At first, they use the provided documentation.
They follow the context.
They appear knowledgeable.
But when the conversation becomes difficult, when context becomes fragmented, or when token limits start removing important information, the model begins filling the gaps.
And what does it use to fill those gaps?
Its nature.
Its training.
Its original statistical assumptions.
Methods appear that never existed.
APIs are invented.
Classes are hallucinated.
Behavior from completely different ecosystems suddenly appears inside Ruby code.
The scorpion returns.
Not because the model wants to hallucinate.
Not because it is broken.
But because it is operating beyond the limits of what it truly knows.
The Cost of Fighting Nature
One of the most surprising discoveries was how expensive it becomes to fight these limitations.
The solution is always the same:
Add more context.
Add more documents.
Add more embeddings.
Add more retrieval.
Add more tokens.
But every layer introduces cost.
More RAM.
More storage.
More CPU cycles.
More indexing.
More maintenance.
Eventually, a different question emerges.
The problem is no longer finding information.
The problem is getting the model to use that information correctly.
This is where many local AI experiments become frustrating.
The engineering effort grows faster than the quality improvements.
Why Bigger Models Exist
This experience also changed how I think about large models.
I used to assume that larger models simply knew more facts.
Now I think the story is more complicated.
Large models are not only storing more information.

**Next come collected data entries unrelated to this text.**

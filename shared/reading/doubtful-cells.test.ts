import { describe, expect, it } from 'vitest';
import { betterReading, doubtfulCells, withCellsReplaced } from './doubtful-cells.ts';
import { readWords } from './words.fixture.ts';

const list = [
  'REF. DES.    PART NO.      DESCRIPTION              QTY',
  'C1           B5-5131A      Mica, 47 mmf             1',
  'C2           M3-5447A      Paper, .01 mfd           1',
  'C3           R2-1487C      Paper, .02 mfd',
  'C4           K3-6458B      Ceramic disc             1',
  'C5           H4-1854C      Ceramic, tubular         1',
];

describe('cells that are worth a second look', () => {
  it('hold a doubtful word, or are empty in a column that is full', () => {
    const cells = doubtfulCells(readWords(list, { tubular: 50 }));
    expect(cells.map(({ words }) => words.map(({ text }) => text).join(' '))).toEqual(['Ceramic, tubular', '']);
    expect(cells[1]?.zone).toEqual([1860, 550, 26, 32]);
  });

  it('are fewer among long descriptions, which take long to read', () => {
    const long = list.map((line) => line.replace('Ceramic, tubular  ', 'Tubular, 500 v d c'));
    const doubtful = (confidence: number): number => doubtfulCells(readWords(long, { 'Tubular,': confidence })).length;
    expect([doubtful(60), doubtful(40)]).toEqual([1, 2]);
  });

  it('are none on a page without tables', () => {
    expect(doubtfulCells(readWords(['Some text of no great length.'], { great: 20 }))).toEqual([]);
  });
});

describe('two readings of a cell', () => {
  const [doubtful, sure] = [readWords(['Cs'], { Cs: 40 }), readWords(['C8'], { C8: 90 })];

  it('leave the more confident one', () => {
    expect([betterReading(doubtful, sure), betterReading(sure, doubtful), betterReading(doubtful, [])]).toEqual([
      sure,
      sure,
      doubtful,
    ]);
  });

  it('never lose a sign to a surer reading without it, nor gain a stray mark', () => {
    const sign = readWords(['±20%'], { '±20%': 40 });
    const plain = readWords(['C202'], { C202: 40 });
    expect([betterReading(sign, readWords(['220%'])), betterReading(plain, readWords(['© C202']))]).toEqual([
      sign,
      plain,
    ]);
  });

  it('where the page showed nothing must be sure of what is there', () => {
    expect([betterReading([], doubtful), betterReading([], sure)]).toEqual([[], sure]);
  });

  it('keep the order and the lines of the page', () => {
    const words = readWords(['C1 Mica 1', 'Cs Paper']);
    const cs = words.slice(3, 4);
    const [one] = readWords(['', '              1']);
    const replaced = withCellsReplaced(words, [
      { cell: { zone: [0, 0, 1, 1], words: cs }, by: sure },
      { cell: { zone: [0, 0, 1, 1], words: [] }, by: one === undefined ? [] : [one] },
    ]);
    expect(replaced.map(({ text, line }) => `${text}:${line}`)).toEqual([
      'C1:0',
      'Mica:0',
      '1:0',
      'C8:1',
      'Paper:1',
      '1:1',
    ]);
  });
});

They are also developing richer internal representations.
They have seen more edge cases.
More domains.
More unusual combinations of concepts.
More examples of technologies that smaller models rarely encounter.
In a sense, large models spend billions of parameters trying to reduce the distance between their nature and the problems we eventually ask them to solve.
Conclusion
After weeks of experimentation, I still believe RAG is valuable.
It is one of the best strategies available for customizing model responses.
But I no longer see it as a magic solution.
RAG does not transform a model into an expert.
RAG does not rewrite training.
RAG does not eliminate limitations.
RAG gives the model a memory.
Training gives the model its nature.
And when memory becomes incomplete, the model eventually falls back to what it has always been.
The original sin remains.
And somewhere inside every language model, the scorpion is still waiting.